Take a quiz. On something writing related, like spelling, grammar, or vocabulary. Quizzes can be found in magazines or online and can help refresh your memory and expand your writing knowledge. Plus, they’re fun to do. You might be surprised at how much you know—or don’t know.

Rewrite a sentence. Pick a sentence, preferably a complex one, from a favorite book or a magazine or newspaper article. Now rewrite the sentence to make it stronger, clearer, and more readable. Or, using your unique style, revise the sentence to reflect a different tone.

Read content. From pamphlets to signage to blog posts, content comes in all forms, and taking notice of it can help you become a better writer—especially when you analyze it, edit it in your head, and ask yourself what works about it and what doesn’t.
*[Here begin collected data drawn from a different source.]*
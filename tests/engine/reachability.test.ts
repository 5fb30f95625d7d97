/** Closed classes and unreachable people (Tarjan's strongly connected components, 1972). */
import assert from 'node:assert/strict';
import { describe, it } from 'node:test';
import { classStructure, prepareRoom, unreachablePeople } from '../../shared/engine/index';
import { room } from './engine-fixtures';

describe('reachability', () => {
  it('closed classes of a directed room', () => {
    // 0 -> 1 -> 2 -> 1 (closed {1,2}); 3 <-> 4 closed; 5 -> 3, 5 -> 0 transient; 6 asks nobody (closed {6}).
    const r = prepareRoom(
      room(
        7,
        [
          [0, 1],
          [1, 2],
          [2, 1],
          [3, 4],
          [4, 3],
          [5, 3],
          [5, 0],
        ],
        true,
      ),
    );
    const cs = classStructure(r);
    assert.deepEqual(cs.closedClasses, [[1, 2], [3, 4], [6]]);
    assert.equal(cs.closedOf[0], -1);
    assert.equal(cs.closedOf[5], -1);
    const un = unreachablePeople(r, [1]);
    assert.deepEqual(
      un.map((u) => [u.index, u.reason]),
      [
        [3, 'no-path'],
        [4, 'no-path'],
        [5, 'may-get-stuck'],
        [6, 'no-path'],
      ],
    );
    assert.deepEqual(unreachablePeople(r, [1, 3, 6]), []);
  });
  it('undirected components are the closed classes; mixing joins them', () => {
    const g = room(5, [
      [0, 1],
      [2, 3],
      [3, 4],
    ]);
    assert.deepEqual(classStructure(prepareRoom(g)).closedClasses, [
      [0, 1],
      [2, 3, 4],
    ]);
    assert.equal(classStructure(prepareRoom(g, { mixing: 0.01 })).closedClasses.length, 1);
    assert.deepEqual(unreachablePeople(prepareRoom(g, { mixing: 0.01 }), [0]), []);
  });
  it('a long chain does not overflow the stack (iterative search)', () => {
    const n = 200_000;
    const g = room(
      n,
      Array.from({ length: n - 1 }, (_, i) => [i, i + 1] as [number, number]),
      true,
    );
    const cs = classStructure(prepareRoom(g));
    assert.deepEqual(cs.closedClasses, [[n - 1]]);
  });
});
Study a word. Is there a word you’ve run across lately that intrigues you? Look it up, then study its definitions and origin. Use it in a sentence or in speech. Get comfortable with the word and incorporate it into your writing and vocabulary.

Write a filler. You know those short, front-of -book pieces in magazines, like a list of tips, a simple recipe, or a brief how-to? They're easy to create and a great way to learn how to cut words and write short. Give one a try.

Review punctuation rules. Punctuation is often underused, overused, or misused. Review the rules of punctuation from your favorite style book and experiment with using each mark. Keep in mind that rules are meant to be guidelines, not set in stone.

Write an acrostic. Acrostic poems aren’t just fun to write; they exercise the brain. The best part is, you don’t have to be a poet to write an acrostic. Need some help getting started? Check out these tips on writing an acrostic poem.

Do you have any other drills that help boost your writing skills? Please share your thoughts!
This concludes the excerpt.